- **THE PROBLEM**:
Using the records below, filter out every line that lacks "cannerId" and copy the rest.

- **DATA TO PROCESS**:
○ ○ ○ ○

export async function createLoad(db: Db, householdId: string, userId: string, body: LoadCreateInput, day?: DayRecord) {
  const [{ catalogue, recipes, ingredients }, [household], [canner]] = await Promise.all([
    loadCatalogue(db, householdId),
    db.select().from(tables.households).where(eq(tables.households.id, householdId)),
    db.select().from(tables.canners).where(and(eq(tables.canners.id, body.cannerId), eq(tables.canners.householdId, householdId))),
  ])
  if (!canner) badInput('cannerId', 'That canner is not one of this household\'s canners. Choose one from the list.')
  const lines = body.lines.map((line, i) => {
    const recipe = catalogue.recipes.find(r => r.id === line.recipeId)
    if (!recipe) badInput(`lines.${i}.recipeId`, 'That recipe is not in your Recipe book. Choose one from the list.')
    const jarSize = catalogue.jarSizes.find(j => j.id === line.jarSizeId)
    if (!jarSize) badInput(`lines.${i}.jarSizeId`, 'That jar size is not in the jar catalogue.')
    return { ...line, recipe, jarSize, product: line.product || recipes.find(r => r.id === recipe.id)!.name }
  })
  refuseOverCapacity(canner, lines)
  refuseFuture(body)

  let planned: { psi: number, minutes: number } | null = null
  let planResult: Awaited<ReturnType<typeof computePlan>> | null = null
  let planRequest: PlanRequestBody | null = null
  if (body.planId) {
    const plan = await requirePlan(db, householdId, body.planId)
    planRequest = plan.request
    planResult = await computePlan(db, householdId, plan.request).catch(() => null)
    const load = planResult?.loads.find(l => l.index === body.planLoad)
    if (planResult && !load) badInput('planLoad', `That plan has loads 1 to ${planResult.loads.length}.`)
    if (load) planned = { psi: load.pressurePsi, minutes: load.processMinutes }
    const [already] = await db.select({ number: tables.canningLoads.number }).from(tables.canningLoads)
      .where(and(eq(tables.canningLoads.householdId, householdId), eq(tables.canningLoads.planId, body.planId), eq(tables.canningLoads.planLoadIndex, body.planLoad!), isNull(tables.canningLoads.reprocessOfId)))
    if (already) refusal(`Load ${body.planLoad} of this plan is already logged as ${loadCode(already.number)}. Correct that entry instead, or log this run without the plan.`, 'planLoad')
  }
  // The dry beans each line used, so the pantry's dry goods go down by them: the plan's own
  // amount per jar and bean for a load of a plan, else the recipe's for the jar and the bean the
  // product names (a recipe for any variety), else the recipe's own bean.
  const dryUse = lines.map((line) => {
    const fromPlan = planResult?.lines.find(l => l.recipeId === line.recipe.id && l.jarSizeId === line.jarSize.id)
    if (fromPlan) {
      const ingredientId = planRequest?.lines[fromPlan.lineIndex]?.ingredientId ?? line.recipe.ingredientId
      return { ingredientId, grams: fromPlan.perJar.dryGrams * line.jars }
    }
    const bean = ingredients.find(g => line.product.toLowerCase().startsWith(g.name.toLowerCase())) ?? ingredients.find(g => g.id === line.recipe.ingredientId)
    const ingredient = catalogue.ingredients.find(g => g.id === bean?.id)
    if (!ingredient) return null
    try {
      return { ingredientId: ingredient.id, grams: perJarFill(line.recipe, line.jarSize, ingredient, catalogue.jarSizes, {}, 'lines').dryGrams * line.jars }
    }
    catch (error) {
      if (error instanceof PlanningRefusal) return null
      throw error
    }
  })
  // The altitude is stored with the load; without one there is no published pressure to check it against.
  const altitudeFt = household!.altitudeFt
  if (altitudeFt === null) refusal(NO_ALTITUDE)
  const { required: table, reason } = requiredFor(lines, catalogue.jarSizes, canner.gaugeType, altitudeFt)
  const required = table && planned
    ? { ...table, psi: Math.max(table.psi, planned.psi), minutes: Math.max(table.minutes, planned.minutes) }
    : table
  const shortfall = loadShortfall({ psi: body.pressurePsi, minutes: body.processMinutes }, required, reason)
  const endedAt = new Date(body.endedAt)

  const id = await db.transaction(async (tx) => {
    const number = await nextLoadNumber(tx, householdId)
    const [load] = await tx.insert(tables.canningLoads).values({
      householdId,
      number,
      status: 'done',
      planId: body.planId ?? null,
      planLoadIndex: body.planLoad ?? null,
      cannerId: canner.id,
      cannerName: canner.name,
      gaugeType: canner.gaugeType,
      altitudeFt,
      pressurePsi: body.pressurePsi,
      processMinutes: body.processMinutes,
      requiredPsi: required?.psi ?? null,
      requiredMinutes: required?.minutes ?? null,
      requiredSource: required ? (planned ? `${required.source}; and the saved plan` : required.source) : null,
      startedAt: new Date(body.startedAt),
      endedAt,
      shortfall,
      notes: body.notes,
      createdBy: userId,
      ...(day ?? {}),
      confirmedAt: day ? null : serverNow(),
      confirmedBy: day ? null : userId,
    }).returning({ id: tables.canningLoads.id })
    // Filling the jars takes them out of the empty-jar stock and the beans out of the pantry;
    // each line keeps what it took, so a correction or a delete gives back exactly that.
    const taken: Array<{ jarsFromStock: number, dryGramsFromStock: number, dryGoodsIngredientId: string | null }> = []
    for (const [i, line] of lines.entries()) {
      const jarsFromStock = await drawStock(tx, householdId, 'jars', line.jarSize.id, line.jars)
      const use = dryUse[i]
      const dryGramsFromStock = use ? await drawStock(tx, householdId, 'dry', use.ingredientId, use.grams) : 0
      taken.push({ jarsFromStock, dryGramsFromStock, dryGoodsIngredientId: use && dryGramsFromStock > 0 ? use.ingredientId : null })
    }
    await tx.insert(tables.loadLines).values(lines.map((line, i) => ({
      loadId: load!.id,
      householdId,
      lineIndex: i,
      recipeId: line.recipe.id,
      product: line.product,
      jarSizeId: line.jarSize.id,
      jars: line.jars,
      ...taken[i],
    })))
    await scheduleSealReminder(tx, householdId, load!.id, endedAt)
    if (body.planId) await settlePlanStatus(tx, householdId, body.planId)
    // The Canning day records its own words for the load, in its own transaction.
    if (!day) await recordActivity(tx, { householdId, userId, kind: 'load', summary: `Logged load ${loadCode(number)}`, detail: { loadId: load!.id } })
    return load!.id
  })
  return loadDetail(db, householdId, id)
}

○ ○ ○ ○

- **THE ANSWER**:
    db.select().from(tables.canners).where(and(eq(tables.canners.id, body.cannerId), eq(tables.canners.householdId, householdId))),
  if (!canner) badInput('cannerId', 'That canner is not one of this household\'s canners. Choose one from the list.')
      cannerId: canner.id,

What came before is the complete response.